*** Opening of Records shown ***

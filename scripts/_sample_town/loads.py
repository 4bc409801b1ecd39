"""Catchments, people and the combined design flow the town's pipes were sized for.

Each manhole that is not an outfall drains the Voronoi cell around it, clipped to a strip of
houses either side of the streets (the pipes buffered by ``STREET_BLOCK_M``), so the area served
grows downstream with the streets. People live in the cells at a density per zone; the design
flow per pipe is the one ``town.toml`` asks the audit for: Harmon-peaked sanitary flow,
infiltration per km and rational-method runoff, with the time of concentration taken at an
assumed travel velocity (the audit iterates it with the real velocities).
"""

from __future__ import annotations

import numpy as np
import pandas as pd
import shapely

from .plan import (
    ASSUMED_VELOCITY_M_S,
    C_IMPERVIOUS,
    C_PERVIOUS,
    CATCHMENTS,
    DENSITY_PER_HA,
    IDF_A,
    IDF_B,
    IDF_C,
    IMPERVIOUS_SHARE,
    INFILTRATION_L_S_KM,
    INLET_TIME_MIN,
    PER_CAPITA_L_DAY,
    STREET_BLOCK_M,
)
from .tree import accumulate, sweep


def catchment_cells(nodes: pd.DataFrame, pipes: pd.DataFrame) -> np.ndarray:
    """Polygon drained by each manhole [m]: its Voronoi cell within the strip along the streets.

    Outfalls drain nothing (``None``). One Voronoi diagram for the whole town, so the cells of
    the two trees meet on the ridge without overlapping.
    """
    served = (nodes["kind"] != "outfall").to_numpy()
    sites = shapely.multipoints(nodes.loc[served, ["x", "y"]].to_numpy())
    town = shapely.union_all(shapely.buffer(pipes["geometry"].to_numpy(), STREET_BLOCK_M))
    cells = shapely.get_parts(shapely.voronoi_polygons(sites, extend_to=town, ordered=True))
    out = np.full(len(nodes), None, dtype=object)
    out[served] = shapely.intersection(cells, town)
    return out


def settle_people(nodes: pd.DataFrame, cells: np.ndarray, rng: np.random.Generator) -> None:
    """Area [ha], persons and impervious share per manhole, denser in the old town near West."""
    area = np.where(cells == None, 0.0, shapely.area(np.where(cells == None, shapely.Point(), cells))) / 1e4  # noqa: E711
    zone = nodes["zone"].to_numpy()
    low, high = _by_zone(zone, DENSITY_PER_HA)
    columns = pd.Series({c.zone: c.columns for c in CATCHMENTS}).reindex(zone).to_numpy()
    outward = np.clip(nodes["column"].to_numpy() / columns, 0, 1)  # 0 at the outfall, 1 at the far end
    density = high - (high - low) * outward + rng.uniform(-0.1, 0.1, len(nodes)) * (high - low)
    share_low, share_high = _by_zone(zone, IMPERVIOUS_SHARE)
    nodes["area_ha"] = np.round(area, 4)
    nodes["people"] = np.round(density * area).astype(int)
    nodes["imp_share"] = np.round(rng.uniform(share_low, share_high), 2)


def _by_zone(zone: np.ndarray, table: dict[str, tuple[float, float]]) -> tuple[np.ndarray, np.ndarray]:
    """The low and high ends of a per-zone range, per node."""
    frame = pd.DataFrame(table, index=["low", "high"]).T.reindex(zone)
    return frame["low"].to_numpy(dtype=float), frame["high"].to_numpy(dtype=float)


def harmon(population: np.ndarray) -> np.ndarray:
    r"""Harmon peaking factor [-] of a population, evaluated at no fewer than 1000 persons.

    .. math:: PF = 1 + \frac{14}{4 + \sqrt{P / 1000}}

    Source: Metcalf & Eddy, Wastewater Engineering (from memory); the floor of 1000 persons is
    the audit's default ``min_peaking_population``.
    """
    return 1.0 + 14.0 / (4.0 + np.sqrt(np.maximum(population, 1000.0) / 1000.0))


def idf_intensity(duration_min: np.ndarray) -> np.ndarray:
    """Rainfall intensity [mm/h] of the town's invented design storm, i = a / (t + b)^c, t [min]."""
    return IDF_A / (duration_min + IDF_B) ** IDF_C


def design_flows(nodes: pd.DataFrame, pipes: pd.DataFrame, level: np.ndarray) -> np.ndarray:
    r"""Combined design flow [l/s] per pipe, as the town's config builds it.

    .. math:: Q = PF(P) \frac{P q}{86\,400} + Q_{trade} + q_{inf} L + \frac{C i(t_c) A}{0.36}

    with P the persons upstream, q [l/person/day], L [km] of sewer upstream, C A [ha] and i
    [mm/h] (the rational method, Q [l/s] = C i A / 0.36; HEC-22 ch. 3, from memory).
    """
    up, dn = pipes["up"].to_numpy(), pipes["dn"].to_numpy()
    people = accumulate(nodes["people"].to_numpy(), up, dn, level)[up]
    trade = accumulate(nodes["trade"].to_numpy(), up, dn, level)[up]
    sewer_km = _upstream_km(pipes, level, len(nodes))
    share = nodes["imp_share"].to_numpy()
    runoff_area = nodes["area_ha"].to_numpy() * (share * C_IMPERVIOUS + (1 - share) * C_PERVIOUS)
    storm = accumulate(runoff_area, up, dn, level)[up] * idf_intensity(_tc_min(pipes, level, len(nodes))) / 0.36
    sanitary = harmon(people) * people * PER_CAPITA_L_DAY / 86_400
    return sanitary + trade + INFILTRATION_L_S_KM * sewer_km + storm


def _upstream_km(pipes: pd.DataFrame, level: np.ndarray, n_nodes: int) -> np.ndarray:
    """Length [km] of each pipe plus every pipe upstream of it."""
    up, dn = pipes["up"].to_numpy(), pipes["dn"].to_numpy()
    into = np.bincount(up, weights=pipes["length"].to_numpy(), minlength=n_nodes)
    return accumulate(into, up, dn, level)[up] / 1000


def _tc_min(pipes: pd.DataFrame, level: np.ndarray, n_nodes: int) -> np.ndarray:
    """Time of concentration [min] at each pipe's upstream end: inlet time plus the longest travel."""
    up, dn = pipes["up"].to_numpy(), pipes["dn"].to_numpy()
    travel = pipes["length"].to_numpy() / ASSUMED_VELOCITY_M_S / 60
    arrive = np.full(n_nodes, INLET_TIME_MIN)
    for p in sweep(level, up):
        np.maximum.at(arrive, dn[p], arrive[up[p]] + travel[p])
    return arrive[up]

*** Close of Records shown ***

■ Activity
Search the listing above for the lines with "low and high" and "pd.DataFrame, level: np.ndarray)", then output those lines and all lines between them exactly.

■ Task solution
    """The low and high ends of a per-zone range, per node."""
    frame = pd.DataFrame(table, index=["low", "high"]).T.reindex(zone)
    return frame["low"].to_numpy(dtype=float), frame["high"].to_numpy(dtype=float)


def harmon(population: np.ndarray) -> np.ndarray:
    r"""Harmon peaking factor [-] of a population, evaluated at no fewer than 1000 persons.

    .. math:: PF = 1 + \frac{14}{4 + \sqrt{P / 1000}}

    Source: Metcalf & Eddy, Wastewater Engineering (from memory); the floor of 1000 persons is
    the audit's default ``min_peaking_population``.
    """
    return 1.0 + 14.0 / (4.0 + np.sqrt(np.maximum(population, 1000.0) / 1000.0))


def idf_intensity(duration_min: np.ndarray) -> np.ndarray:
    """Rainfall intensity [mm/h] of the town's invented design storm, i = a / (t + b)^c, t [min]."""
    return IDF_A / (duration_min + IDF_B) ** IDF_C


def design_flows(nodes: pd.DataFrame, pipes: pd.DataFrame, level: np.ndarray) -> np.ndarray:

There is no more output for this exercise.